The origin of the word sirloin for that so very popular and tender cut of beef (sirloin can also apply to pork), is one of those cases where the fictional origin is a lot more fun and interesting than the actual one, which is quite literal and quite boring. In fact, I think the story is better than the steak, which is overrated, in my opinion. Tender yes, but not as flavorful as say, a nice New York Strip, which is very tender as well. So let's start with the fictional story, and I'm sorry I've already given away the bad news that it's fictional.

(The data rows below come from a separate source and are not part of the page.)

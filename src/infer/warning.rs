//! What should be said beside the numbers, each with a stable code.

use super::{Block, Tests};
use crate::likelihood::{Information, LogLikelihood};
use crate::restriction::{Restriction, Role, System};
use crate::solve::{Fit, Verdict};

/// A warning with its stable code.
#[derive(Debug, Clone, PartialEq, Eq)]
pub struct Warning {
    /// Stable code, such as `few-rows`.
    pub code: &'static str,
    /// A sentence.
    pub message: String,
}

impl Warning {
    /// A warning of this code.
    pub fn new(code: &'static str, message: impl Into<String>) -> Warning {
        Warning { code, message: message.into() }
    }
}

/// Total weight per free parameter below which chi-square is not to be trusted (contract, section 6).
const ROWS_A_PARAMETER: f64 = 10.0;
/// Smallest over largest scaled curvature below which a direction is nearly flat: its quadratic picture rests on
/// changes of l a million times smaller than those along the best-known direction.
const NEARLY_FLAT: f64 = 1e-6;
/// What contract section 6 offers.
const REMEDY: &str = "a parametric bootstrap would be the remedy";

/// Names as text: `a`, `a and b`, `a, b and c`.
pub(super) fn list(names: &[&str]) -> String {
    match names {
        [] => String::new(),
        [one] => (*one).to_string(),
        [first @ .., last] => format!("{} and {last}", first.join(", ")),
    }
}

/// Total weight under ten per free parameter.
pub(super) fn few_rows(weight: f64, free: usize) -> Option<Warning> {
    (weight < ROWS_A_PARAMETER * free as f64).then(|| {
        Warning::new(
            "few-rows",
            format!(
                "there are {weight} rows (total weight) for {free} free parameter{}, under ten each: chi-square \
                 probabilities are rough here; {REMEDY}",
                if free == 1 { "" } else { "s" }
            ),
        )
    })
}

/// Cells or bins in which fewer than five rows are expected under the hypothesis.
pub(super) fn small_counts(counts: Option<(usize, usize)>) -> Option<Warning> {
    let (small, of) = counts.filter(|c| c.0 > 0)?;
    Some(Warning::new(
        "small-counts",
        format!(
            "{small} of {of} cells or bins have an expected count under five: chi-square probabilities are rough here; \
             join rare ones, or a parametric bootstrap would be the remedy"
        ),
    ))
}

/// Distance from one of a density's mass above which it is said: well above the error of the integrals.
const MASS: f64 = 1e-6;

/// A custom density that does not sum or integrate to one over its support.
pub(super) fn mass(error: Option<f64>) -> Option<Warning> {
    let error = error.filter(|e| e.is_nan() || *e > MASS)?;
    let found = match error.is_nan() {
        true => "the total mass of log_density over its support could not be computed".to_string(),
        false => format!("the total mass of log_density over its support misses 1 by {error:.2e}"),
    };
    Some(Warning::new(
        "mass-not-one",
        format!(
            "{found}: estimates and tests hold for a density only; add the term that makes it one, or correct [model.support]"
        ),
    ))
}

/// Restrictions that follow from the others.
pub(super) fn redundant(names: &[&str]) -> Option<Warning> {
    (!names.is_empty()).then(|| {
        let (follow, one) = if names.len() == 1 { ("follows", "it") } else { ("follow", "they") };
        Warning::new(
            "redundant-restriction",
            format!(
                "{} {follow} from the other restrictions, so {one} add{} no degree of freedom and no multiplier; leave {} out",
                list(names),
                if names.len() == 1 { "s" } else { "" },
                if names.len() == 1 { "it" } else { "them" },
            ),
        )
    })
}

/// Untested parameters on an edge at the restricted estimate.
pub(super) fn nuisance_on_edge(names: &[&str]) -> Option<Warning> {
    (!names.is_empty()).then(|| {
        let (is, its) = if names.len() == 1 { ("is", "its") } else { ("are", "their") };
        Warning::new(
            "nuisance-on-edge",
            format!(
                "{} {is} on the edge of {its} range at the restricted estimate and {is} held there in every formula, so \
                 probabilities are approximate; {REMEDY}",
                list(names)
            ),
        )
    })
}

/// Parameters that the hypothesis itself puts on an edge.
pub(super) fn tested_on_edge(names: &[&str]) -> Option<Warning> {
    (!names.is_empty()).then(|| {
        Warning::new(
            "tested-on-edge",
            format!(
                "the tested restrictions put {} on the edge of {} range, where the likelihood ratio follows a mixture of \
                 chi-squares (in the simplest case half of its p is right); the signed pull still holds, and {REMEDY}",
                list(names),
                if names.len() == 1 { "its" } else { "their" }
            ),
        )
    })
}

/// Intervals that reach outside the range of their parameter.
pub(super) fn outside(likelihood: &dyn LogLikelihood, block: &Block) -> Option<Warning> {
    let names: Vec<&str> = likelihood
        .parameters()
        .iter()
        .zip(&block.estimates)
        .filter(|(p, e)| e.lower.is_some_and(|x| x < p.range.low) || e.upper.is_some_and(|x| x > p.range.high))
        .map(|(p, _)| p.name.as_str())
        .collect();
    (!names.is_empty()).then(|| {
        let (interval, its) = if names.len() == 1 { ("interval", "its") } else { ("intervals", "their") };
        Warning::new(
            "interval-outside-range",
            format!(
                "the {interval} of {} {} outside {its} range: the quadratic picture behind standard errors is rough there; \
                 trust the direction, not the limits",
                list(&names),
                if names.len() == 1 { "reaches" } else { "reach" }
            ),
        )
    })
}

/// What the two certificates have to say: collapses, other maxima, directions that are nearly flat.
pub(super) fn from_search(restricted: &Fit, unrestricted: Option<&Fit>) -> Vec<Warning> {
    let mut out = Vec::new();
    let fits = || std::iter::once(("restricted", restricted)).chain(unrestricted.map(|f| ("unrestricted", f)));
    let collapsed: usize = fits().map(|(_, f)| f.certificate.collapsed).sum();
    if collapsed > 0 {
        out.push(Warning::new(
            "mixture-unbounded",
            format!(
                "{collapsed} start{} ran into a collapse, a component on next to no rows where l grows without bound; the \
                 estimate is the best maximum in which no component has collapsed; put a range on the spreads to rule \
                 collapses out",
                if collapsed == 1 { "" } else { "s" }
            ),
        ));
    }
    for (which, fit) in fits() {
        // On a flat ridge every start ends elsewhere at the same height; that is no second maximum.
        if fit.certificate.verdict == Verdict::StrictMaximum && fit.certificate.maxima.len() > 1 {
            out.push(Warning::new(
                "several-maxima",
                format!(
                    "the {which} likelihood has at least {} maxima (l {:.6} and next {:.6}); the best is reported; make more \
                     starts to see whether a better one exists",
                    fit.certificate.maxima.len(),
                    fit.certificate.maxima[0],
                    fit.certificate.maxima[1]
                ),
            ));
        }
        if let (Some(low), Some(high)) = (fit.certificate.curvature_min, fit.certificate.curvature_max)
            && low > 0.0
            && low < NEARLY_FLAT * high
        {
            out.push(Warning::new(
                "nearly-flat",
                format!(
                    "the {which} likelihood is nearly flat along a direction (curvature {low:.1e} beside {high:.1e}), so \
                     standard errors and chi-square probabilities are rough; {REMEDY}"
                ),
            ));
        }
    }
    out
}

/// What depends on how the restrictions are written, and on the kind of information.
pub(super) fn from_writing(system: &System, information: Information, wald: bool, lr: bool) -> Vec<Warning> {
    let mut out = Vec::new();
    let nonlinear = |r: &&Restriction| !r.linear;
    let tested = |r: &&Restriction| r.role == Role::Tested;
    let some_tested = system.items().iter().any(|r| tested(&r));
    if information.uses_hessian() && some_tested && system.items().iter().any(|r| !tested(&r) && nonlinear(&r)) {
        out.push(Warning::new(
            "observed-depends-on-writing",
            "a maintained restriction is nonlinear, so the score test with observed information depends on how the tested \
             restrictions are written; expected or outer information does not",
        ));
    }
    if wald && system.items().iter().any(|r| tested(&r) && nonlinear(&r)) {
        out.push(Warning::new(
            "wald-depends-on-writing",
            "a tested restriction is nonlinear, so the Wald statistic depends on how it is written; the score and \
             likelihood-ratio tests do not",
        ));
    }
    if lr && information == Information::Robust {
        out.push(Warning::new(
            "lr-not-robust",
            "the likelihood ratio has no robust form and assumes that the model is right; read the score test instead",
        ));
    }
    out
}

/// Tests that were wanted and cannot be given.
pub(super) fn not_available(wanted: Tests, score: Option<&str>, lr: Option<&str>, wald: Option<&str>) -> Vec<Warning> {
    [(wanted.score, "score test", score), (wanted.lr, "likelihood-ratio test", lr), (wanted.wald, "Wald test", wald)]
        .into_iter()
        .filter_map(|(wanted, name, reason)| reason.filter(|_| wanted).map(|reason| (name, reason)))
        .map(|(name, reason)| Warning::new("test-not-available", format!("no {name}: {reason}")))
        .collect()
}
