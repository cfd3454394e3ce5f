//! Covariances, multipliers, score, likelihood-ratio and Wald tests, warnings.

mod block;
mod covariance;
mod error;
mod information;
mod kind;
mod labelling;
mod likelihood_ratio;
mod multipliers;
mod options;
mod point;
mod release;
mod run;
mod score;
mod test;
#[cfg(test)]
mod tests;
mod wald;
mod warning;

pub use error::InferError;
pub use options::{Options, Tests};
pub use run::run;
pub use test::Test;
pub use warning::Warning;

/// Words of the floors below that a result is told in.
pub use crate::{likelihood::Information, restriction::Role};

use crate::math::Matrix;
use crate::solve::{End, Fit};

/// One estimate.
#[derive(Debug, Clone, PartialEq)]
pub struct Estimate {
    /// Parameter or quantity.
    pub name: String,
    /// Value.
    pub value: f64,
    /// Standard error; `None` with the reason in `Block::reasons`.
    pub se: Option<f64>,
    /// Lower limit, unclipped.
    pub lower: Option<f64>,
    /// Upper limit, unclipped.
    pub upper: Option<f64>,
    /// On which end of its range it stands.
    pub edge: Option<End>,
}

/// One multiplier.
#[derive(Debug, Clone, PartialEq)]
pub struct Multiplier {
    /// Name of the restriction.
    pub name: String,
    /// Its role.
    pub role: Role,
    /// Its equation.
    pub equation: String,
    /// lambda; `None` where it is undetermined.
    pub value: Option<f64>,
    /// Standard error (tested ones).
    pub se: Option<f64>,
    /// lambda / se.
    pub z: Option<f64>,
    /// Two-sided p of z.
    pub p: Option<f64>,
    /// left - right at the unrestricted estimate.
    pub gap: Option<f64>,
    /// Why value, se, z or p are missing.
    pub reason: Option<String>,
    /// Why the gap is missing.
    pub gap_reason: Option<String>,
}

/// One fit with what is inferred from it.
#[derive(Debug, Clone, PartialEq)]
pub struct Block {
    /// The fit.
    pub fit: Fit,
    /// Estimates; empty unless the verdict is a strict maximum.
    pub estimates: Vec<Estimate>,
    /// Covariance of the estimates, n by n; `None` with the reason.
    pub covariance: Option<Matrix>,
    /// Derived quantities.
    pub quantities: Vec<Estimate>,
    /// Multipliers, family then maintained then tested (maintained ones only for the unrestricted fit).
    pub multipliers: Vec<Multiplier>,
    /// Why the covariance is missing.
    pub reason: Option<String>,
}

/// All that is inferred from one problem. A test that cannot be given is an `Err` with the reason.
#[derive(Debug, Clone, PartialEq)]
pub struct Outcome {
    /// Which information the tests and covariances use.
    pub information: Information,
    /// Confidence of the intervals.
    pub confidence: f64,
    /// Restricted fit.
    pub restricted: Block,
    /// Unrestricted fit; `Err` with the reason when it was not made. One that failed is there with its verdict and no
    /// estimates.
    pub unrestricted: Result<Block, String>,
    /// Score test.
    pub score: Result<Test, String>,
    /// Likelihood-ratio test.
    pub lr: Result<Test, String>,
    /// Wald test.
    pub wald: Result<Test, String>,
    /// Warnings.
    pub warnings: Vec<Warning>,
}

The story concerns one King Charles II of England, who lived in Friday Hall, at Chingford. King Charles went out hunting in the Epping Forest…wait, this is interesting as well. Did you know that a "forest" was actually a word that referred specifically to royal hunting grounds that surrounded the jurisdiction of a kingdom? We tend to think of a forest as a big, ancient, primaeval thing. The large scale version of the woods, that is, a woodland. But forests didn't originally signify a woodland, necessarily. The forest could have tree cover, but also pastures, farm land, moorland, etc. These designated grounds are said to have had their own legal system. So, you see, when Robin Hood and his Merry Men were hiding out in Sherwood Forest, they weren't just hiding in the woods, they were hiding in the royal stomping grounds.


US cuts of beef diagram

US cuts of beef. Sirloin in bright green and top sirloin,
in pink, both of which are overrated compared to cuts from
the short loin.

US cuts of beef diagram

US cuts of beef. Sirloin in bright green and top sirloin,
in pink, both of which are overrated compared to cuts from
the short loin.



So, back to the story. King Charles was hunting in his forest, and he worked up a huge appetite. Upon returning back to Friday Hall, he found a huge loin of beef on the table, fresh out of the oven, with inviting rivulets of steam wafting from it. He was mighty pleased, being so famished, and exclaimed, "A noble joint! By St George, it shall have a title!

The king then drew his sword, raised it above the roast, and with mock ceremony, in his kingly dignity, announced, "Loin, we dub thee knight; henceforward be Sir Loin!"


two porterhouse steaks cooking on charcoal grill

Porterhouse Steaks on the Grill
Much better eating than a Sirloin.

two porterhouse steaks cooking on charcoal grill

Porterhouse Steaks on the Grill
Much better eating than a Sirloin.




The easiest way to show this is nothing more than a folk tale is to mention that this is only one version of the story. In another version it is Kind Henry VIII. And why not, he was a bit nuts.

It's a pity to have to spoil that with the facts, ain't it? But it seems too good to be true and you know what they say about that. The facts are that sirloin comes from the French word for the cut, surlonge. Sur means "over" or "above" or even "upon." You can guess what longe means. So surlonge means on or above the loin. This came into English as surloin but the U in sur eventually was replaced by an I. It could be that the folk story given above influenced this change.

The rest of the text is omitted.